- **What this task involves**
Down to the last line, repeat the data below exactly.

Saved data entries
▬▬▬▬▬▬

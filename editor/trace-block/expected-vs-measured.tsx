"use client";

import { lazy, Suspense, useMemo } from "react";
import type { TraceViewDto } from "@/lib/contract/traces";
import type { CellBlockInput, SolutionBlockInput } from "@/lib/document/block-schemas";
import {
  compareVoltammogram,
  peakCurrentAgainstScanRate,
  type MeasuredVoltammogram,
} from "@/lib/document/compare-voltammogram";
import { evaluationFromStored } from "@/lib/document/stored-evaluation";
import { formatCurrentA, formatSignificant } from "@/lib/ui/format-number";
import { useStoredSolution } from "../stored-results";

// uPlot again, fetched with the first comparison that has points to plot.
const ScanRatePlot = lazy(() => import("./scan-rate-plot"));

export interface LinkedVoltammogram {
  label: string;
  view: TraceViewDto;
}

interface ExpectedVsMeasuredProps {
  cell: CellBlockInput;
  electrolyte: SolutionBlockInput | null;
  view: TraceViewDto;
  /** Every voltammogram of the entry linked to the same cell, this one included. */
  linked: readonly LinkedVoltammogram[];
  editable: boolean;
}

function measuredFrom(view: TraceViewDto): MeasuredVoltammogram {
  return { scanRateVPerS: view.summary.header.scanRateVPerS ?? null, cycles: view.peaks };
}

const mV = (v: number | null) =>
  v === null ? "—" : `${v < 0 ? "−" : ""}${Math.abs(v * 1000).toFixed(1)} mV`;

/**
 * The voltammogram beside what its cell block expects: ΔEp, the peak currents and the verdict
 * in words, the iR drop at the peak, and i_p against √v over the cell's voltammograms.
 */
export function ExpectedVsMeasured({
  cell,
  electrolyte,
  view,
  linked,
  editable,
}: ExpectedVsMeasuredProps) {
  const stored = useStoredSolution(electrolyte?.blockId);
  const storedEvaluation = useMemo(
    () =>
      stored && electrolyte && !editable ? evaluationFromStored(electrolyte, stored) : undefined,
    [stored, electrolyte, editable],
  );
  const comparison = useMemo(
    () => compareVoltammogram(cell, electrolyte, measuredFrom(view), storedEvaluation),
    [cell, electrolyte, view, storedEvaluation],
  );
  const series = useMemo(
    () =>
      peakCurrentAgainstScanRate(
        cell,
        electrolyte,
        linked.map((l) => ({ label: l.label, measured: measuredFrom(l.view) })),
        storedEvaluation,
      ),
    [cell, electrolyte, linked, storedEvaluation],
  );
  const cellName = cell.name || "the linked cell";

  return (
    <section
      aria-label="Expected and measured"
      className="space-y-2 rounded-md border border-lagoon-100 bg-lagoon-50/40 px-3 py-2"
    >
      <h4 className="text-xs font-semibold tracking-wide text-ink uppercase">
        Expected ({cellName}) and measured
      </h4>
      {comparison.status === "idle" ? (
        <p className="text-sm text-ink-soft">{comparison.message}</p>
      ) : (
        <>
          <p className="text-sm font-medium text-ink" data-testid="voltammogram-verdict">
            {comparison.verdict}
          </p>
          <div className="overflow-x-auto">
            <table className="w-full text-xs tabular-nums" aria-label="Expected and measured">
              <thead className="text-left text-ink-soft">
                <tr>
                  <th scope="col" className="py-1 pr-3 font-normal">
                    Cycle {comparison.cycle}
                  </th>
                  <th scope="col" className="py-1 pr-3 font-normal">
                    Measured
                  </th>
                  <th scope="col" className="py-1 pr-3 font-normal">
                    Expected
                  </th>
                  <th scope="col" className="py-1 font-normal">
                    Basis
                  </th>
                </tr>
              </thead>
              <tbody className="font-mono">
                <tr>
                  <th scope="row" className="py-1 pr-3 text-left font-sans font-normal">
                    ΔE<sub>p</sub>
                  </th>
                  <td className="py-1 pr-3" data-testid="measured-delta-ep">
                    {mV(comparison.measured.deltaEpV)}
                  </td>
                  <td className="py-1 pr-3" data-testid="expected-delta-ep">
                    {mV(comparison.reversibleDeltaEpV)}
                  </td>
                  <td className="py-1 font-sans text-ink-soft">
                    reversible, 2.218 RT/nF, n = {comparison.electrons}, {comparison.temperatureC}{" "}
                    °C
                  </td>
                </tr>
                {(["anodic", "cathodic"] as const).map((kind) => {
                  const measured =
                    kind === "anodic"
                      ? comparison.measured.anodicPeakCurrentA
                      : comparison.measured.cathodicPeakCurrentA;
                  const expected = comparison.expected;
                  const forward = expected.status === "ok" && expected.forwardPeak === kind;
                  return (
                    <tr key={kind}>
                      <th scope="row" className="py-1 pr-3 text-left font-sans font-normal">
                        i<sub>p{kind === "anodic" ? "a" : "c"}</sub>
                        {forward ? " (forward)" : ""}
                      </th>
                      <td className="py-1 pr-3" data-testid={`measured-${kind}-peak`}>
                        {formatCurrentA(measured, 3)}
                      </td>
                      <td className="py-1 pr-3" data-testid={forward ? "expected-peak" : undefined}>
                        {forward && expected.status === "ok"
                          ? formatCurrentA((kind === "anodic" ? 1 : -1) * expected.peakCurrentA, 3)
                          : "—"}
                      </td>
                      <td className="py-1 font-sans text-ink-soft">
                        {forward && expected.status === "ok"
                          ? `Randles–Ševčík at ${formatSignificant(expected.scanRateVPerS * 1000, 3)} mV/s${
                              comparison.scanRateFrom === "cell" ? " (cell block's)" : " (file's)"
                            }`
                          : kind === "anodic" || expected.status !== "ok"
                            ? ""
                            : "reverse peak: |ipa/ipc| ≈ 1 when reversible"}
                      </td>
                    </tr>
                  );
                })}
                <tr>
                  <th scope="row" className="py-1 pr-3 text-left font-sans font-normal">
                    iR drop
                  </th>
                  <td className="py-1 pr-3" data-testid="ir-drop">
                    {comparison.iRDrop ? mV(comparison.iRDrop.dropV) : "—"}
                  </td>
                  <td className="py-1 pr-3">—</td>
                  <td className="py-1 font-sans text-ink-soft">
                    {comparison.iRDrop && comparison.resistanceOhm !== null
                      ? `at the ${comparison.iRDrop.peak} peak, ${formatCurrentA(comparison.iRDrop.currentA, 3)} from zero, × Ru ${formatSignificant(comparison.resistanceOhm, 3)} Ω`
                      : "needs R_u: the cell block's disk radius and a linked electrolyte"}
                  </td>
                </tr>
              </tbody>
            </table>
          </div>
          {comparison.expected.status !== "ok" ? (
            <p className="text-xs text-ink-soft">Expected peak: {comparison.expected.message}</p>
          ) : null}
          {comparison.notes.length ? (
            <ul className="list-disc pl-4 text-xs text-ink-soft">
              {comparison.notes.map((note) => (
                <li key={note}>{note}</li>
              ))}
            </ul>
          ) : null}
        </>
      )}
      {series.points.length ? (
        <figure>
          <figcaption className="text-xs text-ink-soft">
            Forward ({series.forwardPeak}) peak current against √v: {series.points.length} of{" "}
            {linked.length} voltammogram(s) linked to {cellName}
            {series.expectedSlope !== null
              ? "; the line is Randles–Ševčík through the origin"
              : "; choose a redox probe in the cell block for the expected line"}
            {series.skipped.length
              ? `; without a scan rate or peak: ${series.skipped.join(", ")}`
              : ""}
            .
          </figcaption>
          <Suspense fallback={<div className="h-48 animate-pulse rounded bg-paper-deep" />}>
            <ScanRatePlot points={series.points} expectedSlope={series.expectedSlope} />
          </Suspense>
        </figure>
      ) : null}
    </section>
  );
}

▬▬▬▬▬▬

- **Exercise answer**
filename editor/trace-block/expected-vs-measured.tsx
"use client";

import { lazy, Suspense, useMemo } from "react";
import type { TraceViewDto } from "@/lib/contract/traces";
import type { CellBlockInput, SolutionBlockInput } from "@/lib/document/block-schemas";
import {
  compareVoltammogram,
  peakCurrentAgainstScanRate,
  type MeasuredVoltammogram,
} from "@/lib/document/compare-voltammogram";
import { evaluationFromStored } from "@/lib/document/stored-evaluation";
import { formatCurrentA, formatSignificant } from "@/lib/ui/format-number";
import { useStoredSolution } from "../stored-results";

// uPlot again, fetched with the first comparison that has points to plot.
const ScanRatePlot = lazy(() => import("./scan-rate-plot"));

export interface LinkedVoltammogram {
  label: string;
  view: TraceViewDto;
}

interface ExpectedVsMeasuredProps {
  cell: CellBlockInput;
  electrolyte: SolutionBlockInput | null;
  view: TraceViewDto;
  /** Every voltammogram of the entry linked to the same cell, this one included. */
  linked: readonly LinkedVoltammogram[];
  editable: boolean;
}

function measuredFrom(view: TraceViewDto): MeasuredVoltammogram {
  return { scanRateVPerS: view.summary.header.scanRateVPerS ?? null, cycles: view.peaks };
}

const mV = (v: number | null) =>
  v === null ? "—" : `${v < 0 ? "−" : ""}${Math.abs(v * 1000).toFixed(1)} mV`;

/**
 * The voltammogram beside what its cell block expects: ΔEp, the peak currents and the verdict
 * in words, the iR drop at the peak, and i_p against √v over the cell's voltammograms.
 */
export function ExpectedVsMeasured({
  cell,
  electrolyte,
  view,
  linked,
  editable,
}: ExpectedVsMeasuredProps) {
  const stored = useStoredSolution(electrolyte?.blockId);
  const storedEvaluation = useMemo(
    () =>
      stored && electrolyte && !editable ? evaluationFromStored(electrolyte, stored) : undefined,
    [stored, electrolyte, editable],
  );
  const comparison = useMemo(
    () => compareVoltammogram(cell, electrolyte, measuredFrom(view), storedEvaluation),
    [cell, electrolyte, view, storedEvaluation],
  );
  const series = useMemo(
    () =>
      peakCurrentAgainstScanRate(
        cell,
        electrolyte,
        linked.map((l) => ({ label: l.label, measured: measuredFrom(l.view) })),
        storedEvaluation,
      ),
    [cell, electrolyte, linked, storedEvaluation],
  );
  const cellName = cell.name || "the linked cell";

  return (
    <section
      aria-label="Expected and measured"
      className="space-y-2 rounded-md border border-lagoon-100 bg-lagoon-50/40 px-3 py-2"
    >
      <h4 className="text-xs font-semibold tracking-wide text-ink uppercase">
        Expected ({cellName}) and measured
      </h4>
      {comparison.status === "idle" ? (
        <p className="text-sm text-ink-soft">{comparison.message}</p>
      ) : (
        <>
          <p className="text-sm font-medium text-ink" data-testid="voltammogram-verdict">
            {comparison.verdict}
          </p>
          <div className="overflow-x-auto">
            <table className="w-full text-xs tabular-nums" aria-label="Expected and measured">
              <thead className="text-left text-ink-soft">
                <tr>
                  <th scope="col" className="py-1 pr-3 font-normal">
                    Cycle {comparison.cycle}
                  </th>
                  <th scope="col" className="py-1 pr-3 font-normal">
                    Measured
                  </th>
                  <th scope="col" className="py-1 pr-3 font-normal">
                    Expected
                  </th>
                  <th scope="col" className="py-1 font-normal">
                    Basis
                  </th>
                </tr>
              </thead>
              <tbody className="font-mono">
                <tr>
                  <th scope="row" className="py-1 pr-3 text-left font-sans font-normal">
                    ΔE<sub>p</sub>
                  </th>
                  <td className="py-1 pr-3" data-testid="measured-delta-ep">
                    {mV(comparison.measured.deltaEpV)}
                  </td>
                  <td className="py-1 pr-3" data-testid="expected-delta-ep">
                    {mV(comparison.reversibleDeltaEpV)}
                  </td>
                  <td className="py-1 font-sans text-ink-soft">
                    reversible, 2.218 RT/nF, n = {comparison.electrons}, {comparison.temperatureC}{" "}
                    °C
                  </td>
                </tr>
                {(["anodic", "cathodic"] as const).map((kind) => {
                  const measured =
                    kind === "anodic"
                      ? comparison.measured.anodicPeakCurrentA
                      : comparison.measured.cathodicPeakCurrentA;
                  const expected = comparison.expected;
                  const forward = expected.status === "ok" && expected.forwardPeak === kind;
                  return (
                    <tr key={kind}>
                      <th scope="row" className="py-1 pr-3 text-left font-sans font-normal">
                        i<sub>p{kind === "anodic" ? "a" : "c"}</sub>
                        {forward ? " (forward)" : ""}
                      </th>
                      <td className="py-1 pr-3" data-testid={`measured-${kind}-peak`}>
                        {formatCurrentA(measured, 3)}
                      </td>
                      <td className="py-1 pr-3" data-testid={forward ? "expected-peak" : undefined}>
                        {forward && expected.status === "ok"
                          ? formatCurrentA((kind === "anodic" ? 1 : -1) * expected.peakCurrentA, 3)
                          : "—"}
                      </td>
                      <td className="py-1 font-sans text-ink-soft">
                        {forward && expected.status === "ok"
                          ? `Randles–Ševčík at ${formatSignificant(expected.scanRateVPerS * 1000, 3)} mV/s${
                              comparison.scanRateFrom === "cell" ? " (cell block's)" : " (file's)"
                            }`
                          : kind === "anodic" || expected.status !== "ok"
                            ? ""
                            : "reverse peak: |ipa/ipc| ≈ 1 when reversible"}
                      </td>
                    </tr>
                  );
                })}
                <tr>
                  <th scope="row" className="py-1 pr-3 text-left font-sans font-normal">
                    iR drop
                  </th>
                  <td className="py-1 pr-3" data-testid="ir-drop">
                    {comparison.iRDrop ? mV(comparison.iRDrop.dropV) : "—"}
                  </td>
                  <td className="py-1 pr-3">—</td>
                  <td className="py-1 font-sans text-ink-soft">
                    {comparison.iRDrop && comparison.resistanceOhm !== null
                      ? `at the ${comparison.iRDrop.peak} peak, ${formatCurrentA(comparison.iRDrop.currentA, 3)} from zero, × Ru ${formatSignificant(comparison.resistanceOhm, 3)} Ω`
                      : "needs R_u: the cell block's disk radius and a linked electrolyte"}
                  </td>
                </tr>
              </tbody>
            </table>
          </div>
          {comparison.expected.status !== "ok" ? (
            <p className="text-xs text-ink-soft">Expected peak: {comparison.expected.message}</p>
          ) : null}
          {comparison.notes.length ? (
            <ul className="list-disc pl-4 text-xs text-ink-soft">
              {comparison.notes.map((note) => (
                <li key={note}>{note}</li>
              ))}
            </ul>
          ) : null}
        </>
      )}
      {series.points.length ? (
        <figure>
          <figcaption className="text-xs text-ink-soft">
            Forward ({series.forwardPeak}) peak current against √v: {series.points.length} of{" "}
            {linked.length} voltammogram(s) linked to {cellName}
            {series.expectedSlope !== null
              ? "; the line is Randles–Ševčík through the origin"
              : "; choose a redox probe in the cell block for the expected line"}
            {series.skipped.length
              ? `; without a scan rate or peak: ${series.skipped.join(", ")}`
              : ""}
            .
          </figcaption>
          <Suspense fallback={<div className="h-48 animate-pulse rounded bg-paper-deep" />}>
            <ScanRatePlot points={series.points} expectedSlope={series.expectedSlope} />
          </Suspense>
        </figure>
      ) : null}
    </section>
  );
}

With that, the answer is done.